__The task__.
Search the entries below for "ENOENT", and copy each line where it appears.

__Given data__.

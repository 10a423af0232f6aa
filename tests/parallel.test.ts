/**
 * Linking on several threads (src/link/parallel.ts): the rows, warnings and failures are those
 * of one thread, on the bundled sample archive (whose mentions come in documents, so document
 * units cross batch bounds) and on streams made to cut documents and batches awkwardly.
 * The threads run the build's worker script (dist/link/link-worker.js), as the CLI tests do.
 */
import { readFileSync, writeFileSync } from "node:fs";
import { availableParallelism } from "node:os";
import { join } from "node:path";
import { Writable } from "node:stream";
import { afterAll, beforeAll, describe, expect, it } from "vitest";
import { evaluate } from "../src/commands/evaluate.js";
import { link } from "../src/commands/link.js";
import { SAMPLES_DIR } from "../src/commands/demo.js";
import { buildKb } from "../src/kb/build.js";
import { type Kb, openKb } from "../src/kb/kb.js";
import { LabelMap } from "../src/labels/label-map.js";
import { createLinker } from "../src/link/linker.js";
import { LinkPool } from "../src/link/parallel.js";
import type { LinkRow, Mention } from "../src/types.js";
import { InputError, UsageError } from "../src/util/errors.js";
import { hawser, requireBuiltCli } from "./helpers/cli.js";
import { tempDir } from "./helpers/gazette.js";
import { collect, failure } from "./helpers/streams.js";

let t: ReturnType<typeof tempDir>;
let kbFile: string;
let kb: Kb;
let mentions: Mention[];
const mentionsFile = join(SAMPLES_DIR, "gazette-mentions.jsonl");

beforeAll(async () => {
  requireBuiltCli();
  t = tempDir("hawser-parallel-");
  kbFile = t.file("kb.sqlite");
  await buildKb({ table: join(SAMPLES_DIR, "gazette-entities.csv"), out: kbFile });
  kb = openKb(kbFile);
  mentions = readFileSync(mentionsFile, "utf8")
    .trim()
    .split("\n")
    .map((l) => JSON.parse(l) as Mention);
});
afterAll(() => {
  kb.close();
  t.cleanup();
});

/** A stream with documents longer than a batch (256), short ones, and mentions without a doc. */
function awkwardStream(): Mention[] {
  const out: Mention[] = [];
  let n = 0;
  const take = (doc: string | undefined, count: number) => {
    for (let i = 0; i < count; i++) {
      const m = mentions[n++ % mentions.length]!;
      const { doc: _doc, ...rest } = m;
      out.push({ ...rest, id: `x${out.length}`, ...(doc !== undefined ? { doc } : {}) });
    }
  };
  take("long", 600);
  take(undefined, 3);
  take("short", 2);
  take("long", 5); // the same doc again after others: a unit of its own
  take(undefined, 300);
  take("tail", 1);
  return out;
}

describe("a pool of linking threads", () => {
  it("gives the rows of one thread, in input order, for any number of threads", async () => {
    const one = await collect(createLinker(kb).linkAll(mentions));
    const awkward = awkwardStream();
    const oneAwkward = await collect(createLinker(kb).linkAll(awkward));
    expect(oneAwkward.filter((r) => r.reasons.some((x) => x.code.startsWith("doc-"))).length).toBeGreaterThan(
      0,
    );
    for (const jobs of [1, 2, 3]) {
      const pool = await LinkPool.start(kbFile, {}, jobs);
      try {
        expect(pool.jobs).toBe(jobs);
        expect(await collect(pool.linkAll(mentions))).toEqual(one);
        expect(await collect(pool.linkAll(awkward))).toEqual(oneAwkward);
      } finally {
        await pool.close();
      }
    }
  });

  it("passes its options to every thread (threshold, top, labels) and adds up label counts in order", async () => {
    const labels = () =>
      new LabelMap(
        new Map([
          [
            "SHIP",
            {
              cls: "other" as const,
              linkable: false,
              compat: { person: 0, organization: 0, location: 0, other: 1 },
            },
          ],
        ]),
      );
    const odd = mentions.slice(0, 700).map((m, i) => ({
      ...m,
      type: i % 97 === 5 ? "WEIRD" : i % 89 === 3 ? "ODD" : i % 50 === 0 ? "SHIP" : m.type,
    }));
    const options = { threshold: 0.8, top: 1, maxCandidates: 5 };
    const linker = createLinker(kb, { ...options, labels: labels() });
    const want = await collect(linker.linkAll(odd));
    const pool = await LinkPool.start(kbFile, { ...options, labels: labels() }, 2);
    try {
      expect(await collect(pool.linkAll(odd))).toEqual(want);
      expect(pool.labels.warnings()).toEqual(linker.labels.warnings());
      // WEIRD and ODD unknown, SHIP not linkable.
      expect(pool.labels.warnings().length).toBe(3);
    } finally {
      await pool.close();
    }
    expect(want.every((r) => r.candidates.length <= 1)).toBe(true);
  });

  it("gives the rows read before a failing source, then its error", async () => {
    async function* failing(): AsyncGenerator<Mention> {
      yield* mentions.slice(0, 300);
      throw new InputError({ file: "m.jsonl", line: 301 }, "not JSON");
    }
    const pool = await LinkPool.start(kbFile, {}, 2);
    try {
      const rows: LinkRow[] = [];
      const error = await failure(
        (async function* () {
          for await (const r of pool.linkAll(failing())) {
            rows.push(r);
            yield r;
          }
        })(),
      );
      expect(error).toBeInstanceOf(InputError);
      expect(error.message).toBe("m.jsonl:301: not JSON");
      const linker = createLinker(kb);
      const sequential: LinkRow[] = [];
      await failure(
        (async function* () {
          for await (const r of linker.linkAll(failing())) {
            sequential.push(r);
            yield r;
          }
        })(),
      );
      expect(rows).toEqual(sequential);
      expect(rows.length).toBe(300);
      // Broken off part way, the pool links the next stream whole.
      for await (const _ of pool.linkAll(mentions)) break;
      expect(await collect(pool.linkAll(mentions.slice(0, 50)))).toEqual(
        await collect(createLinker(kb).linkAll(mentions.slice(0, 50))),
      );
    } finally {
      await pool.close();
    }
    await expect(collect(pool.linkAll(mentions))).rejects.toThrow(UsageError);
  });

  it("refuses a bad number of threads, and passes a thread's opening error on with its class", async () => {
    for (const jobs of [0, 1.5, 65, Number.NaN])
      await expect(LinkPool.start(kbFile, {}, jobs)).rejects.toThrow(UsageError);
    const notKb = t.file("not.kb");
    writeFileSync(notKb, "{}\n");
    const e = await LinkPool.start(notKb, {}, 2).catch((x: unknown) => x as Error);
    expect(e).toBeInstanceOf(InputError);
    expect((e as Error).message).toBe(`${notKb}: not a hawser KB file`);
    await expect(LinkPool.start(kbFile, { threshold: 2 } as never, 2)).rejects.toThrow(UsageError);
    await expect(LinkPool.start(kbFile, { treshold: 0.2 } as never, 2)).rejects.toThrow(/treshold/);
  });
});

describe("what a pool is given, as one thread takes it", () => {
  /** The rows given before an error or the stop, the error (null: none), and the label warnings. */
  async function drain(rowsOf: AsyncIterable<LinkRow>, labels: LabelMap, stopAfter: number) {
    const rows: LinkRow[] = [];
    let error: unknown = null;
    try {
      for await (const r of rowsOf) {
        rows.push(r);
        if (rows.length >= stopAfter) break;
      }
    } catch (e) {
      error = e;
    }
    return { rows, error, warnings: labels.warnings() };
  }
  type Source = () => Iterable<Mention> | AsyncIterable<Mention>;
  const sequential = (source: Source, stopAfter = Infinity) => {
    const linker = createLinker(kb);
    return drain(linker.linkAll(source()), linker.labels, stopAfter);
  };
  const pooled = (pool: LinkPool, source: Source, stopAfter = Infinity) =>
    drain(pool.linkAll(source()), pool.labels, stopAfter);
  const single = () => mentions.map(({ doc: _doc, ...m }) => m);

  it("reads a mention's fields when it comes: extra fields that cannot be copied, getters, one object reused", async () => {
    // A function in a field the linker does not read once broke the pool for good.
    const withFunction = () => single().map((m, i) => (i === 600 ? { ...m, note: () => 1 } : m));
    class Held {
      constructor(private readonly m: Mention) {}
      get id() {
        return this.m.id;
      }
      get text() {
        return this.m.text;
      }
      get type() {
        return this.m.type;
      }
      get context() {
        return this.m.context;
      }
    }
    const getters = () => single().map((m) => new Held(m) as unknown as Mention);
    async function* reused(): AsyncGenerator<Mention> {
      const one = {} as Mention;
      for (const m of single().slice(0, 300)) {
        Object.assign(one, { id: m.id, text: m.text, type: m.type, context: m.context });
        yield one;
      }
    }
    const pool = await LinkPool.start(kbFile, {}, 2);
    try {
      for (const source of [withFunction, getters, reused, withFunction]) {
        const want = await sequential(source);
        expect(want.error).toBeNull();
        const got = await pooled(pool, source);
        expect(got.error).toBeNull();
        expect(got.rows).toEqual(want.rows);
      }
    } finally {
      await pool.close();
    }
  });

  it("an invalid mention: the rows before it, then the linker's error", async () => {
    const pool = await LinkPool.start(kbFile, {}, 2);
    try {
      for (const at of [0, 5, 300, 700]) {
        const source = () => single().map((m, i) => (i === at ? { ...m, start: 9, end: 3 } : m));
        const want = await sequential(source);
        const got = await pooled(pool, source);
        expect(want.rows.length).toBe(at);
        expect(got.rows).toEqual(want.rows);
        expect(got.error).toBeInstanceOf(UsageError);
        expect((got.error as Error).message).toBe((want.error as Error).message);
      }
      // The pool links the next stream whole.
      expect((await pooled(pool, () => single().slice(0, 40))).rows).toEqual(
        (await sequential(() => single().slice(0, 40))).rows,
      );
    } finally {
      await pool.close();
    }
  });

  it("counts labels in input order, and only of the rows given when the caller stops early", async () => {
    // A long document with one label first, then mentions alone with another: the document's
    // rows come back last of the first batches, but its label was met first.
    const ordered = () => [
      ...mentions.slice(0, 600).map((m, i) => ({ ...m, doc: "long", type: i === 0 ? "ZZA" : m.type })),
      ...single()
        .slice(0, 300)
        .map((m, i) => ({ ...m, id: `s${i}`, type: i === 0 ? "ZZB" : m.type })),
    ];
    for (const stopAfter of [Infinity, 5, 601]) {
      const want = await sequential(ordered, stopAfter);
      const pool = await LinkPool.start(kbFile, {}, 2);
      try {
        const got = await pooled(pool, ordered, stopAfter);
        expect(got.rows).toEqual(want.rows);
        expect(got.warnings).toEqual(want.warnings);
        await new Promise((resolve) => setTimeout(resolve, 200));
        expect(pool.labels.warnings()).toEqual(want.warnings); // nothing counted after the stop
      } finally {
        await pool.close();
      }
    }
    expect((await sequential(ordered)).warnings[0]).toMatch(/"ZZA"/);
  });

  it("takes its options as createLinker does: none, or an object", async () => {
    const pool = await LinkPool.start(kbFile);
    try {
      expect(pool.jobs).toBe(Math.min(availableParallelism(), 64));
      expect(await collect(pool.linkAll(mentions.slice(0, 20)))).toEqual(
        await collect(createLinker(kb).linkAll(mentions.slice(0, 20))),
      );
    } finally {
      await pool.close();
    }
    for (const bad of [null, [], "x"])
      await expect(LinkPool.start(kbFile, bad as never, 2)).rejects.toThrow(
        /^linker options must be an object/,
      );
  });
});

describe("link with jobs", () => {
  it("writes the file one thread writes, with the same summary", async () => {
    const a = await link({ kb: kbFile, mentions: mentionsFile, out: t.file("a.jsonl") });
    const b = await link({ kb: kbFile, mentions: mentionsFile, out: t.file("b.jsonl"), jobs: 2 });
    expect(readFileSync(t.file("b.jsonl"), "utf8")).toBe(readFileSync(t.file("a.jsonl"), "utf8"));
    expect({ ...b, seconds: 0, out: null }).toEqual({ ...a, seconds: 0, out: null });
    const c = await link({ kb: kbFile, mentions: mentionsFile, out: t.file("c.csv"), jobs: 3 });
    await link({ kb: kbFile, mentions: mentionsFile, out: t.file("d.csv") });
    expect(readFileSync(t.file("c.csv"), "utf8")).toBe(readFileSync(t.file("d.csv"), "utf8"));
    expect(c.mentions).toBe(mentions.length);
  });

  it("fails on a bad line with its location and writes no file; stdout gets the rows before it", async () => {
    const lines = readFileSync(mentionsFile, "utf8").trim().split("\n");
    const bad = t.file("bad.jsonl");
    writeFileSync(bad, `${[...lines.slice(0, 400), "{not json", ...lines.slice(400)].join("\n")}\n`);
    const out = t.file("bad-out.jsonl");
    await expect(link({ kb: kbFile, mentions: bad, out, jobs: 2 })).rejects.toThrow(/bad\.jsonl:401/);
    expect(() => readFileSync(out)).toThrow(/ENOENT/);
    const written: string[] = [];
    const sink = new Writable({
      write(chunk, _encoding, done) {
        written.push(String(chunk));
        done();
      },
    });
    await expect(link({ kb: kbFile, mentions: bad, stdout: sink, jobs: 2 })).rejects.toThrow(InputError);
    const rows = written.join("").trim().split("\n");
    expect(rows.length).toBe(400);
    expect(rows).toEqual(readFileSync(t.file("a.jsonl"), "utf8").trim().split("\n").slice(0, 400));
  });

  it("eval with jobs gives the report of one thread (candidate recall at k too)", async () => {
    const gold = join(SAMPLES_DIR, "gazette-gold.jsonl");
    for (const k of [undefined, 5]) {
      const one = await evaluate({ kb: kbFile, gold, ...(k ? { k } : {}) });
      const two = await evaluate({ kb: kbFile, gold, jobs: 2, ...(k ? { k } : {}) });
      expect(two).toEqual(one);
    }
    await expect(evaluate({ kb: kbFile, gold, jobs: 65 })).rejects.toThrow(
      "evaluate: jobs must be a whole number in [1, 64], got 65",
    );
  });

  it("refuses jobs out of range; the command line takes --jobs", async () => {
    await expect(link({ kb: kbFile, mentions: mentionsFile, jobs: 0 })).rejects.toThrow(
      "link: jobs must be a whole number in [1, 64], got 0",
    );
    const r = hawser(["link", "--kb", kbFile, mentionsFile, "--jobs", "2", "--out", "cli.jsonl"], t.dir);
    expect(r.status).toBe(0);
    expect(readFileSync(t.file("cli.jsonl"), "utf8")).toBe(readFileSync(t.file("a.jsonl"), "utf8"));
    for (const n of ["0", "65", "1.5"]) {
      const bad = hawser(["link", "--kb", kbFile, mentionsFile, "--jobs", n], t.dir);
      expect(bad.status).toBe(2);
      expect(bad.stderr).toMatch(/--jobs must be a whole number from 1 to 64/);
    }
    // A missing mentions file is named before the threads start, as with one thread.
    const one = hawser(["link", "--kb", kbFile, "nosuch.jsonl"], t.dir);
    const many = hawser(["link", "--kb", kbFile, "nosuch.jsonl", "--jobs", "8"], t.dir);
    expect(one.status).toBe(1);
    expect(many.status).toBe(1);
    expect(many.stderr).toBe(one.stderr);
    expect(many.stderr).toMatch(/nosuch\.jsonl: cannot read the file: no such file or directory \(ENOENT\)/);
  });
});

__Task solution__.
    expect(() => readFileSync(out)).toThrow(/ENOENT/);
    expect(many.stderr).toMatch(/nosuch\.jsonl: cannot read the file: no such file or directory \(ENOENT\)/);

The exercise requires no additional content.